## EXERCISE REQUIREMENTS
Once you find the line containing "changes = serde_json::to_value(changes).unwrap_or(Value::Null);" in the data below, copy it and each following line exactly, up to and including the line containing "of the photoluminescence", and nothing else.

◇ ◇ ◇ ◇ ◇

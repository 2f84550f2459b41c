//! What is ordered otherwise than on an earlier sheet.

mod alignment;

use super::document::Document;
use super::once::Once;
use crate::sheet::number::plain;
use crate::structure::order_fields;
use alignment::aligned;
use serde::Serialize;
use serde_json::{Value, json};

/// The earlier sheet.
#[derive(Clone, Debug, PartialEq)]
pub struct Since {
    value: Value,
}

/// Why a file is no sheet.
#[derive(Clone, Debug, PartialEq, thiserror::Error)]
pub enum Unreadable {
    /// No JSON.
    #[error("it is no JSON: {0}")]
    NoJson(String),
    /// JSON of something else.
    #[error("it is JSON, and not the record of a design sheet")]
    NoSheet,
    /// A format of the future.
    #[error("it is a design sheet of format {0}, and this program reads format 1")]
    Format(String),
}

/// Something that is ordered otherwise.
#[derive(Clone, Debug, PartialEq, Serialize)]
pub struct Change {
    /// Its place in the record; of what is gone the place where it was in the earlier one.
    pub place: String,
    /// In words.
    pub words: String,
    /// What was ordered.
    pub before: Value,
    /// What is ordered now.
    pub after: Value,
}

/// The record in a text.
pub(super) fn record(text: &str) -> Result<Value, Unreadable> {
    let no_json = |error: serde_json::Error| Unreadable::NoJson(error.to_string());
    let value: Value = serde_json::from_str(text).map_err(no_json)?;
    serde_json::from_str::<Once>(text).map_err(no_json)?;
    if value.get("kind").and_then(Value::as_str) != Some("design sheet") {
        return Err(Unreadable::NoSheet);
    }
    match value.get("format") {
        Some(format) if format == &json!(1) => Ok(value),
        Some(format) => Err(Unreadable::Format(format.to_string())),
        None => Err(Unreadable::NoSheet),
    }
}

impl Since {
    /// The earlier sheet in the text of its record.
    ///
    /// # Errors
    ///
    /// [`Unreadable`] if the text is no record of a sheet.
    pub fn read(text: &str) -> Result<Self, Unreadable> {
        record(text).map(|value| Self { value })
    }

    fn text(&self, key: &str) -> Value {
        let found = self.value.pointer(&format!("/order/{key}/value"));
        found.cloned().unwrap_or(Value::Null)
    }
}

impl Document {
    /// Writes into the record what is ordered otherwise than on an earlier sheet.
    pub(super) fn tell_changes(&mut self, since: &Since) {
        let changes = changes(&since.value, &self.value);
        let structure = since.value.pointer("/stamp/structure_sha256").cloned();
        let earlier = json!({
            "id": since.text("id"),
            "revision": since.text("revision"),
            "structure_sha256": structure,
        });
        self.put("since", earlier);
        let changes = serde_json::to_value(changes).unwrap_or(Value::Null);
        self.put("changes", changes);
    }

    /// What is ordered otherwise, in words: what several layers have in common is told once.
    #[must_use]
    pub fn changes(&self) -> Vec<String> {
        let told = self.list_at("/changes").iter().filter_map(|change| {
            let text = |key: &str| change.get(key).and_then(Value::as_str);
            Some((text("place")?, text("words")?))
        });
        gathered(told)
    }

    /// Whether the revision is the same word as on the earlier sheet.
    #[must_use]
    pub fn repeats_revision(&self) -> bool {
        let revision = self.text_at("/order/revision/value");
        !revision.is_empty() && revision == self.text_at("/since/revision")
    }
}

/// Numbers of a layer that are ordered, or follow from what is ordered, with their names and units.
const OF_LAYER: [(&str, &str, &str); 5] = [
    ("thickness_nm", "thickness", " nm"),
    ("thickness_tolerance_nm", "tolerance", " nm"),
    ("dopant", "dopant", ""),
    ("conduction", "conduction", ""),
    ("density_cm3", "doping", " cm⁻³"),
];
const OF_END: [(&str, &str, &str); 1] = [("formula", "composition", "")];
const OF_TARGETS: [(&str, &str, &str); 8] = [
    ("pl_temperature_k", "temperature of the bench", " K"),
    ("pl_nm", "photoluminescence peak in vacuum", " nm"),
    (
        "pl_tolerance_nm",
        "tolerance of the photoluminescence peak",
        " nm",
    ),
    ("xray_period_nm", "X-ray period", " nm"),
    ("xray_period_tolerance_nm", "tolerance of the period", " nm"),
    ("zero_order_arcsec", "zero order", "″"),
    (
        "zero_order_tolerance_arcsec",
        "tolerance of the zero order",
        "″",
    ),
    ("total_nm", "total thickness", " nm"),
];

fn changes(before: &Value, after: &Value) -> Vec<Change> {
    let mut changes = of_layers(before, after);
    let pair = |pointer: &str| (before.pointer(pointer), after.pointer(pointer));
    if let Some(change) = change(
        "/substrate/formula",
        "substrate",
        "",
        pair("/substrate/formula"),
    ) {
        changes.push(change);
    }
    for (key, name, unit) in OF_TARGETS {
        let place = format!("/targets/{key}");
        changes.extend(change(&place, name, unit, pair(&place)));
    }
    // A revision names itself; that its name and date are others is no change of the order.
    let names = ["id", "revision", "date", "status", "supersedes"];
    for field in order_fields() {
        if names.contains(&field.path) || !field.for_grower {
            continue;
        }
        let place = format!("/order/{}/value", field.path);
        let unit = match field.unit() {
            "" => String::new(),
            unit => format!(" {unit}"),
        };
        let name = field.label.to_lowercase();
        changes.extend(change(&place, &name, &unit, pair(&place)));
    }
    changes
}

fn of_layers(before: &Value, after: &Value) -> Vec<Change> {
    let list = |of: &Value| {
        let layers = of.pointer("/layers").and_then(Value::as_array);
        layers.cloned().unwrap_or_default()
    };
    let (old, new) = (list(before), list(after));
    let named = |layer: &Value| {
        let text = |key: &str| layer.get(key).and_then(Value::as_str).unwrap_or_default();
        format!("{} {}", text("role"), text("formula"))
    };
    let mut changes = Vec::new();
    for (was, is) in aligned(&old, &new) {
        match (was, is) {
            (Some(was), Some(is)) => {
                let place = format!("/layers/{is}");
                let name = format!("layer {}, {}", is + 1, role(&new[is]));
                changes.extend(of_layer(&place, &name, &old[was], &new[is]));
            }
            (None, Some(is)) => changes.push(Change {
                place: format!("/layers/{is}"),
                words: format!("layer {}: {} is new", is + 1, named(&new[is])),
                before: Value::Null,
                after: new[is]["formula"].clone(),
            }),
            (Some(was), None) => changes.push(Change {
                place: format!("earlier/layers/{was}"),
                words: format!("earlier layer {}: {} is gone", was + 1, named(&old[was])),
                before: old[was]["formula"].clone(),
                after: Value::Null,
            }),
            (None, None) => {}
        }
    }
    changes
}

fn role(layer: &Value) -> &str {
    layer
        .get("role")
        .and_then(Value::as_str)
        .unwrap_or_default()
}

fn of_layer(place: &str, name: &str, was: &Value, is: &Value) -> Vec<Change> {
    let of = |keys: &[(&str, &str, &str)], at: &str, lead: &str| -> Vec<Change> {
        keys.iter()
            .filter_map(|(key, what, unit)| {
                let pointer = format!("{at}/{key}");
                let pair = (was.pointer(&pointer), is.pointer(&pointer));
                let name = format!("{name}: {lead}{what}");
                change(&format!("{place}{pointer}"), &name, unit, pair)
            })
            .collect()
    };
    let mut changes = of(&OF_END, "", "");
    changes.extend(of(&OF_END, "/grade_to", "upper end, "));
    changes.extend(of(&OF_LAYER, "", ""));
    changes
}

/// Most layers of one change that are told by their numbers.
const MOST_TOLD: usize = 12;

/// Changes by their places and words; those of layers that differ in the number only become one.
fn gathered<'a>(changes: impl Iterator<Item = (&'a str, &'a str)>) -> Vec<String> {
    let mut gathered: Vec<(Vec<usize>, &str)> = Vec::new();
    for (place, words) in changes {
        let index = place
            .strip_prefix("/layers/")
            .and_then(|rest| rest.split('/').next()?.parse::<usize>().ok());
        let of_layer = index.and_then(|index| {
            let rest = words.strip_prefix(&format!("layer {}", index + 1))?;
            Some((index + 1, rest))
        });
        let Some((number, rest)) = of_layer else {
            gathered.push((Vec::new(), words));
            continue;
        };
        let known = gathered
            .iter_mut()
            .find(|(numbers, known)| !numbers.is_empty() && *known == rest);
        match known {
            Some((numbers, _)) => numbers.push(number),
            None => gathered.push((vec![number], rest)),
        }
    }
    let said = |(numbers, words): (Vec<usize>, &str)| match numbers.as_slice() {
        [] => words.to_owned(),
        [one] => format!("layer {one}{words}"),
        many => {
            let told = many.iter().take(MOST_TOLD).map(ToString::to_string);
            let told = told.collect::<Vec<_>>().join(", ");
            match many.len().saturating_sub(MOST_TOLD) {
                0 => format!("layers {told}{words}"),
                more => format!("layers {told} and {more} more{words}"),
            }
        }
    };
    gathered.into_iter().map(said).collect()
}

/// A difference that is more than rounding.
fn change(
    place: &str,
    name: &str,
    unit: &str,
    (was, is): (Option<&Value>, Option<&Value>),
) -> Option<Change> {
    let [before, after] = [was, is].map(|it| it.cloned().unwrap_or(Value::Null));
    let is_same = match (before.as_f64(), after.as_f64()) {
        (Some(a), Some(b)) => (a - b).abs() <= 1e-9 * a.abs().max(b.abs()),
        _ => before == after,
    };
    if is_same {
        return None;
    }
    let mut words = format!("{name} {} → {}", said(&before, unit), said(&after, unit));
    if let (Some(was), Some(is)) = (before.as_f64(), after.as_f64()) {
        let more = is - was;
        let sign = if more > 0.0 { "+" } else { "−" };
        words = format!("{words} ({sign}{}{unit})", rounded(more.abs(), 3));
    }
    Some(Change {
        place: place.to_owned(),
        words,
        before,
        after,
    })
}

/// A value as a person would say it.
fn said(value: &Value, unit: &str) -> String {
    match value {
        Value::Null => "nothing".to_owned(),
        Value::Number(number) => {
            let number = number.as_f64().unwrap_or(f64::NAN);
            format!("{}{unit}", rounded(number, 6))
        }
        Value::String(text) => format!("“{}”", crate::sheet::page::tidy(text)),
        Value::Array(items) => {
            let items: Vec<String> = items.iter().map(|item| said(item, "")).collect();
            items.join(", ")
        }
        other => other.to_string(),
    }
}

/// A number to so many digits: what rounding leaves is not worth saying.
fn rounded(number: f64, digits: i32) -> String {
    let size = number.abs();
    if size < 1e-300 {
        return plain(0.0);
    }
    let scale = 10f64.powi((digits - 1 - size.log10().floor() as i32).clamp(-300, 300));
    let text = plain((size * scale).round() / scale);
    if number < 0.0 {
        format!("−{text}")
    } else {
        text
    }
}

#[cfg(test)]
mod tests {
    use super::*;

    fn layer(role: &str, formula: &str, nm: f64) -> Value {
        json!({ "role": role, "formula": formula, "thickness_nm": nm })
    }

    fn words(old: &[Value], new: &[Value]) -> Vec<String> {
        let of = |layers: &[Value]| json!({ "layers": layers });
        let changes = changes(&of(old), &of(new));
        changes.into_iter().map(|change| change.words).collect()
    }

    #[test]
    fn a_thickness_is_told_with_its_difference() {
        let (old, new) = (layer("well", "GaAs", 8.0), layer("well", "GaAs", 7.6));
        assert_eq!(
            words(&[old], &[new]),
            ["layer 1, well: thickness 8 nm → 7.6 nm (−0.4 nm)"]
        );
    }

    #[test]
    fn a_layer_between_others_moves_no_other() {
        let (a, b, c) = (
            layer("buffer", "GaAs", 500.0),
            layer("well", "GaAs", 8.0),
            layer("cap", "GaAs", 20.0),
        );
        let new = layer("spacer", "AlAs", 10.0);
        assert_eq!(
            words(
                &[a.clone(), b.clone(), c.clone()],
                &[a.clone(), b.clone(), new.clone(), c.clone()]
            ),
            ["layer 3: spacer AlAs is new"]
        );
        assert_eq!(
            words(&[a.clone(), b.clone(), new, c.clone()], &[a, b, c]),
            ["earlier layer 3: spacer AlAs is gone"]
        );
    }

    #[test]
    fn what_layers_have_in_common_is_told_once() {
        let told = [
            (
                "/layers/5/thickness_nm",
                "layer 6, well: thickness 5 nm → 6 nm",
            ),
            ("/layers/5/dopant", "layer 6, well: dopant nothing → Si"),
            (
                "/layers/7/thickness_nm",
                "layer 8, well: thickness 5 nm → 6 nm",
            ),
            ("/targets/total_nm", "total thickness 10 nm → 12 nm"),
        ];
        assert_eq!(
            gathered(told.into_iter()),
            [
                "layers 6, 8, well: thickness 5 nm → 6 nm",
                "layer 6, well: dopant nothing → Si",
                "total thickness 10 nm → 12 nm",
            ]
        );
        let places: Vec<(String, String)> = (0..20)
            .map(|it| (format!("/layers/{it}"), format!("layer {}: new", it + 1)))
            .collect();
        let many = places
            .iter()
            .map(|(place, words)| (place.as_str(), words.as_str()));
        assert_eq!(
            gathered(many),
            ["layers 1, 2, 3, 4, 5, 6, 7, 8, 9, 10, 11, 12 and 8 more: new"]
        );
    }

    #[test]
    fn other_files_are_refused() {
        assert!(matches!(Since::read("{"), Err(Unreadable::NoJson(_))));
        assert_eq!(Since::read("{}"), Err(Unreadable::NoSheet));
        let future = "{\"kind\": \"design sheet\", \"format\": 2}";
        assert_eq!(Since::read(future), Err(Unreadable::Format("2".to_owned())));
    }
}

◇ ◇ ◇ ◇ ◇

## OUTPUT BELOW
        let changes = serde_json::to_value(changes).unwrap_or(Value::Null);
        self.put("changes", changes);
    }

    /// What is ordered otherwise, in words: what several layers have in common is told once.
    #[must_use]
    pub fn changes(&self) -> Vec<String> {
        let told = self.list_at("/changes").iter().filter_map(|change| {
            let text = |key: &str| change.get(key).and_then(Value::as_str);
            Some((text("place")?, text("words")?))
        });
        gathered(told)
    }

    /// Whether the revision is the same word as on the earlier sheet.
    #[must_use]
    pub fn repeats_revision(&self) -> bool {
        let revision = self.text_at("/order/revision/value");
        !revision.is_empty() && revision == self.text_at("/since/revision")
    }
}

/// Numbers of a layer that are ordered, or follow from what is ordered, with their names and units.
const OF_LAYER: [(&str, &str, &str); 5] = [
    ("thickness_nm", "thickness", " nm"),
    ("thickness_tolerance_nm", "tolerance", " nm"),
    ("dopant", "dopant", ""),
    ("conduction", "conduction", ""),
    ("density_cm3", "doping", " cm⁻³"),
];
const OF_END: [(&str, &str, &str); 1] = [("formula", "composition", "")];
const OF_TARGETS: [(&str, &str, &str); 8] = [
    ("pl_temperature_k", "temperature of the bench", " K"),
    ("pl_nm", "photoluminescence peak in vacuum", " nm"),
    (
        "pl_tolerance_nm",
        "tolerance of the photoluminescence peak",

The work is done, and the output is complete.